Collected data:
----------------------------------------
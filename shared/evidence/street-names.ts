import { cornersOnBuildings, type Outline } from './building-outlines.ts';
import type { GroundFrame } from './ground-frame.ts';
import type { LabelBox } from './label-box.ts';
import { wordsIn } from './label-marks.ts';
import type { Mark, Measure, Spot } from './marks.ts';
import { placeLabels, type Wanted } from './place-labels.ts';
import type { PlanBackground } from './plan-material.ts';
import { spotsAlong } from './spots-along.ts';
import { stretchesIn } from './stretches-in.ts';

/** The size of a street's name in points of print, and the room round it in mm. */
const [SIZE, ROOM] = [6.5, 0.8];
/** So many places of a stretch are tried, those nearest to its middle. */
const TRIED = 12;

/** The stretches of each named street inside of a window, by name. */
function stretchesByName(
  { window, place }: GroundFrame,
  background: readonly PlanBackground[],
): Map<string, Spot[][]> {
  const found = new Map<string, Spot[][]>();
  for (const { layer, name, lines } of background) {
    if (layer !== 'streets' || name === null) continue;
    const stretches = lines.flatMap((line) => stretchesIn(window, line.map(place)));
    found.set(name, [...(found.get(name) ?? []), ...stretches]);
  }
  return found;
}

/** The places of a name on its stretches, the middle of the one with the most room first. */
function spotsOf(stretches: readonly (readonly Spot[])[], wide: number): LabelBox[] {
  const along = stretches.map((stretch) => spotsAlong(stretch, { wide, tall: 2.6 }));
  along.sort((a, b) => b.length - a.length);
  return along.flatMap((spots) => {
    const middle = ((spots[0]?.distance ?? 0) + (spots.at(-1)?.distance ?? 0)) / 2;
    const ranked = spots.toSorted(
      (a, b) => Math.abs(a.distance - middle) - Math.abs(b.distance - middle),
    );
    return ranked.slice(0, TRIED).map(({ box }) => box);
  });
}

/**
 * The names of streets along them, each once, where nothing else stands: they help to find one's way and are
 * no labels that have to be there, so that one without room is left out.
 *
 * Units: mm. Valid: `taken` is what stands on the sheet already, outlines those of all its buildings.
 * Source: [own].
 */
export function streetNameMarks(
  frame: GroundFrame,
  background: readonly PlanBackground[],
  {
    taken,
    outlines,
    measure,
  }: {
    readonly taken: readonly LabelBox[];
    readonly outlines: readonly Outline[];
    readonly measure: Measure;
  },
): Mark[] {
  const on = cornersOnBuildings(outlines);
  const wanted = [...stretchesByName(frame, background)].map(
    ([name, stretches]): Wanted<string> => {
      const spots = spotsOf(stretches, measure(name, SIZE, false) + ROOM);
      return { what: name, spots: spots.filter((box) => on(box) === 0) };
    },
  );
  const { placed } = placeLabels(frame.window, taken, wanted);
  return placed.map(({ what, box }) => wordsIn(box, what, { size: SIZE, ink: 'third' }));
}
----------------------------------------
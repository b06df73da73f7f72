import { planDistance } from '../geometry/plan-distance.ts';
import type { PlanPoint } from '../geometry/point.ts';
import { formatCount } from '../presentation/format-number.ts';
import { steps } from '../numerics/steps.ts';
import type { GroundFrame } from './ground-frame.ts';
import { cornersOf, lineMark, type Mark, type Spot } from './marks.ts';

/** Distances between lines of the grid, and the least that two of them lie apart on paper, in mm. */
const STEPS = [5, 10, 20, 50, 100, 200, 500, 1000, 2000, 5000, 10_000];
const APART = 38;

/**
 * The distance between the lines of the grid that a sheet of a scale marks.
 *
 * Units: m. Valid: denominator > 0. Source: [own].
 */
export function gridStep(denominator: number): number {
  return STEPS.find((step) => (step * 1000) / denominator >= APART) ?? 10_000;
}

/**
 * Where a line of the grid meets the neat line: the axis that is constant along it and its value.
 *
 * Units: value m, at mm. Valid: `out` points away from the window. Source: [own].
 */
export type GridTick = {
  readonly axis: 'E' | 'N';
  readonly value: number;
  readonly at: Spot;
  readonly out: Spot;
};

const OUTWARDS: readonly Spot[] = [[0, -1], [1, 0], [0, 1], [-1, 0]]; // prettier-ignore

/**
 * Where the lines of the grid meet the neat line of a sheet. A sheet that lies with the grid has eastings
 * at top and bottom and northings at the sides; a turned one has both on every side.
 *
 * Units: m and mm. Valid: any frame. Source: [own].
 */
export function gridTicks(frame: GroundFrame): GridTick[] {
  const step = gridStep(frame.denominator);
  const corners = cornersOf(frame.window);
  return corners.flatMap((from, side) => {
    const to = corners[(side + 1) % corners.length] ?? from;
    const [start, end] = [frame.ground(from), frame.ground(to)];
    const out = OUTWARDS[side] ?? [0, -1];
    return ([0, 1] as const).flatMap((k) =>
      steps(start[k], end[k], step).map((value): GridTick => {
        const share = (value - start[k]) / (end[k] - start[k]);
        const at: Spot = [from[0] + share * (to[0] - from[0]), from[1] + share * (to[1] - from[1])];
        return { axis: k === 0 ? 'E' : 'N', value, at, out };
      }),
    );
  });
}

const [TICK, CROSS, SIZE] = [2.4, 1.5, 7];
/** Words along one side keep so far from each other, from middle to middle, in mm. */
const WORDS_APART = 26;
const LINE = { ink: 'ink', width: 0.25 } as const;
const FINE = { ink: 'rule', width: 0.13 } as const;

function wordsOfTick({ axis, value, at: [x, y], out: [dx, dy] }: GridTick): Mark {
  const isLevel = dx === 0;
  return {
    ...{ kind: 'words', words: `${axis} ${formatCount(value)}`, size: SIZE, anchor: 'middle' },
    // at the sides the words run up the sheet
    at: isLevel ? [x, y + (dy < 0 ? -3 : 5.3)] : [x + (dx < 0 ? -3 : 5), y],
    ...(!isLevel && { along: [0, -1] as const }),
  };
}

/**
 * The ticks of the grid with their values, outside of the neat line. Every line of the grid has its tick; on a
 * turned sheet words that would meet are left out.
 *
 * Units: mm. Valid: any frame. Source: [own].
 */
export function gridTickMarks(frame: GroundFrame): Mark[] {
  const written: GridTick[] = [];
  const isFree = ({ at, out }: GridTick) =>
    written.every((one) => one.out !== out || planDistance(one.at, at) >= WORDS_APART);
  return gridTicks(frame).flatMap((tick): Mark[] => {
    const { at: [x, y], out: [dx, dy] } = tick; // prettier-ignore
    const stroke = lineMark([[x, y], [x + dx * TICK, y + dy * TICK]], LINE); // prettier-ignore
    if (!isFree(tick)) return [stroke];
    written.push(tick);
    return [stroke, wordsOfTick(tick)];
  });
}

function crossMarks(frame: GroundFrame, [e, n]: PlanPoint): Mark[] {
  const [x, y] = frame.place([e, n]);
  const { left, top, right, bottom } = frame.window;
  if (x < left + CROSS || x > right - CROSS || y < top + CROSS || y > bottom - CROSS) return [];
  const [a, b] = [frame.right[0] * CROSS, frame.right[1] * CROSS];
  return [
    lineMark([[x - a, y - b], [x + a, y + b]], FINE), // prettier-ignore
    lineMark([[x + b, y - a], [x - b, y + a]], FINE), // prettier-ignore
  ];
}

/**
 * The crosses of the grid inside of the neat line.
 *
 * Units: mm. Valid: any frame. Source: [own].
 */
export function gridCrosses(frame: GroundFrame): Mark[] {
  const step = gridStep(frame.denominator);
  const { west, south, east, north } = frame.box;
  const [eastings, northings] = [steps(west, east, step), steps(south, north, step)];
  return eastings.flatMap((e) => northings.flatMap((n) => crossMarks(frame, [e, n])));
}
----------------------------------------
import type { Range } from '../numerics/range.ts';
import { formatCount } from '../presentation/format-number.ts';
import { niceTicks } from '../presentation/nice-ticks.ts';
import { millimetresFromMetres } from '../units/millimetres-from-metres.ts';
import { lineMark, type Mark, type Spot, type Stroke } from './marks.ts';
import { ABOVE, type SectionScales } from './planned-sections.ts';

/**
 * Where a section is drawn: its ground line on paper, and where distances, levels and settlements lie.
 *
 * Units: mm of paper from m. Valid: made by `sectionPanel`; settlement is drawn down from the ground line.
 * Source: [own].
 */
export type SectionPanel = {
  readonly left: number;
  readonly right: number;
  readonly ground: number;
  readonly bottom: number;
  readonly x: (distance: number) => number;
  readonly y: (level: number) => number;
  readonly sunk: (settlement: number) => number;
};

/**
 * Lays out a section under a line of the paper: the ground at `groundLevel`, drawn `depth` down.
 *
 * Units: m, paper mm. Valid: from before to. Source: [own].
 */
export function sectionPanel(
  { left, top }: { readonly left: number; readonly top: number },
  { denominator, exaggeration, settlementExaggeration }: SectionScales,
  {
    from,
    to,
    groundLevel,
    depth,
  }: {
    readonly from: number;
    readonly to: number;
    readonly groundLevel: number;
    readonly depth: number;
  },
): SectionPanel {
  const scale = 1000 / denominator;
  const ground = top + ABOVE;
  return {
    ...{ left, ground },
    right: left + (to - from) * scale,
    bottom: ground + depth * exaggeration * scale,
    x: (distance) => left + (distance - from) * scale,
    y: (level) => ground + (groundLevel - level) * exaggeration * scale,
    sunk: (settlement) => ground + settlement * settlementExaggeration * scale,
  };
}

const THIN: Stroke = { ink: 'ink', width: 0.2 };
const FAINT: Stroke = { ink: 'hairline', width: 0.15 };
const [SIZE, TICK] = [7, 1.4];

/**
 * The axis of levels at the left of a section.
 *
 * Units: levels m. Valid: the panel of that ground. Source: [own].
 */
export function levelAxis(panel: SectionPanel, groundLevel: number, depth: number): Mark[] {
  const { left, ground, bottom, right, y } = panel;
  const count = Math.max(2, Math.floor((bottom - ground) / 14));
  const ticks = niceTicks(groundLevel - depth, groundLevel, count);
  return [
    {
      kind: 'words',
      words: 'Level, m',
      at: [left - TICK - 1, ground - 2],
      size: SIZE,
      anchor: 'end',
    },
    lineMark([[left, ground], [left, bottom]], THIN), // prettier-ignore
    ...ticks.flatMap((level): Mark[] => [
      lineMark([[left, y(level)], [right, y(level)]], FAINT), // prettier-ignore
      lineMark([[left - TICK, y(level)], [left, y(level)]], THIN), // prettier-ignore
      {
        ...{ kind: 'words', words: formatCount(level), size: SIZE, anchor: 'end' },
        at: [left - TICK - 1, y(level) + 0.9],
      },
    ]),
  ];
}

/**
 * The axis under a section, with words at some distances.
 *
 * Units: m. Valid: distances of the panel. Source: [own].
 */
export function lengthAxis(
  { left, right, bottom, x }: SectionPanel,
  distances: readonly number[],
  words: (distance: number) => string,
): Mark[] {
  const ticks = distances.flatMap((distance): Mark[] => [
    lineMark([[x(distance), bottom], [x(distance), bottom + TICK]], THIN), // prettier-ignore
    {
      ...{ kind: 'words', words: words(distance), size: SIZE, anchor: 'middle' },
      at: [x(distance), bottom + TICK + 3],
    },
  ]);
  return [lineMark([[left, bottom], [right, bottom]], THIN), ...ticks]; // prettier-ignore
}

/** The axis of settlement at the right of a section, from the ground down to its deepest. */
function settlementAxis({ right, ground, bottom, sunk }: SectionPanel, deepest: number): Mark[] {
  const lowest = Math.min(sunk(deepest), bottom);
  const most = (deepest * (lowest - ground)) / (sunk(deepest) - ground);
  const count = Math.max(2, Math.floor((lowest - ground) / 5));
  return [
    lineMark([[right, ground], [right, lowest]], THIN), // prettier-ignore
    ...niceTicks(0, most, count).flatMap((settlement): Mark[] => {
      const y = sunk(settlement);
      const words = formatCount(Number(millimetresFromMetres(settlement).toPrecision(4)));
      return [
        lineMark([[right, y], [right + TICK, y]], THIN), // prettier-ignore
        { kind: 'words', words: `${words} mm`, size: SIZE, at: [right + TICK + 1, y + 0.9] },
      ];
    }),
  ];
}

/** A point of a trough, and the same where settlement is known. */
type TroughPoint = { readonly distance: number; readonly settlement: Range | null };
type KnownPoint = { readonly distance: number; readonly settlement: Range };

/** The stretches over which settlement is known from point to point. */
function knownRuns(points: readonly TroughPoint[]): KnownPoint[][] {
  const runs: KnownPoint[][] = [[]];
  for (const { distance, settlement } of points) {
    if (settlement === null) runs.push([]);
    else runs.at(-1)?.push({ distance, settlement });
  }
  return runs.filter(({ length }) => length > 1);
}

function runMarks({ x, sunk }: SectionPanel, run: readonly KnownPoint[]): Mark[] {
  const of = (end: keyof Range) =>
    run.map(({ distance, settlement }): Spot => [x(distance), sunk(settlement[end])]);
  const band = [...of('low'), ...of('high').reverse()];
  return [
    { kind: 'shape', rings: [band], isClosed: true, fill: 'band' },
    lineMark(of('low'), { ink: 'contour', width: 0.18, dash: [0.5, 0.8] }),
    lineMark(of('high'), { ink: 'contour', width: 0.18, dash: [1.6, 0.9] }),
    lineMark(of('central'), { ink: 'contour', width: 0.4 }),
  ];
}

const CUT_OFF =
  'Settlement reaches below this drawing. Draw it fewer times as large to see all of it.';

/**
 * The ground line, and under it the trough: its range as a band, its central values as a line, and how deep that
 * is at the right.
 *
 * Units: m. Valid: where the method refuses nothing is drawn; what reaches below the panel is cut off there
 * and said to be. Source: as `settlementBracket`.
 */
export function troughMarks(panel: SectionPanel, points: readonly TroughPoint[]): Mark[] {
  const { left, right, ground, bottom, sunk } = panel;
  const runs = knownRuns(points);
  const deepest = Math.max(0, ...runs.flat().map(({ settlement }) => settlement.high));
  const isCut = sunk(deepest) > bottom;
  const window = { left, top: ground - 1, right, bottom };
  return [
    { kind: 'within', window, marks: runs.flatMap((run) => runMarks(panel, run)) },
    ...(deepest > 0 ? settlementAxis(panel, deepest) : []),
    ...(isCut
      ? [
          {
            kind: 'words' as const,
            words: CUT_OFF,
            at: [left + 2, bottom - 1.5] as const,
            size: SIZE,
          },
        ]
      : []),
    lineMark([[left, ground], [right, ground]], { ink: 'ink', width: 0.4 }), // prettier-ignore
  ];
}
----------------------------------------
# What the exercise asks
Each line in the entries above, starting at the line with "filename shared/evidence/street-names.ts" and ending at the line with "const along = stretches.map((stretch)", is to be printed exactly, and only those lines.

# Written reply
filename shared/evidence/street-names.ts
import { cornersOnBuildings, type Outline } from './building-outlines.ts';
import type { GroundFrame } from './ground-frame.ts';
import type { LabelBox } from './label-box.ts';
import { wordsIn } from './label-marks.ts';
import type { Mark, Measure, Spot } from './marks.ts';
import { placeLabels, type Wanted } from './place-labels.ts';
import type { PlanBackground } from './plan-material.ts';
import { spotsAlong } from './spots-along.ts';
import { stretchesIn } from './stretches-in.ts';

/** The size of a street's name in points of print, and the room round it in mm. */
const [SIZE, ROOM] = [6.5, 0.8];
/** So many places of a stretch are tried, those nearest to its middle. */
const TRIED = 12;

/** The stretches of each named street inside of a window, by name. */
function stretchesByName(
  { window, place }: GroundFrame,
  background: readonly PlanBackground[],
): Map<string, Spot[][]> {
  const found = new Map<string, Spot[][]>();
  for (const { layer, name, lines } of background) {
    if (layer !== 'streets' || name === null) continue;
    const stretches = lines.flatMap((line) => stretchesIn(window, line.map(place)));
    found.set(name, [...(found.get(name) ?? []), ...stretches]);
  }
  return found;
}

/** The places of a name on its stretches, the middle of the one with the most room first. */
function spotsOf(stretches: readonly (readonly Spot[])[], wide: number): LabelBox[] {
  const along = stretches.map((stretch) => spotsAlong(stretch, { wide, tall: 2.6 }));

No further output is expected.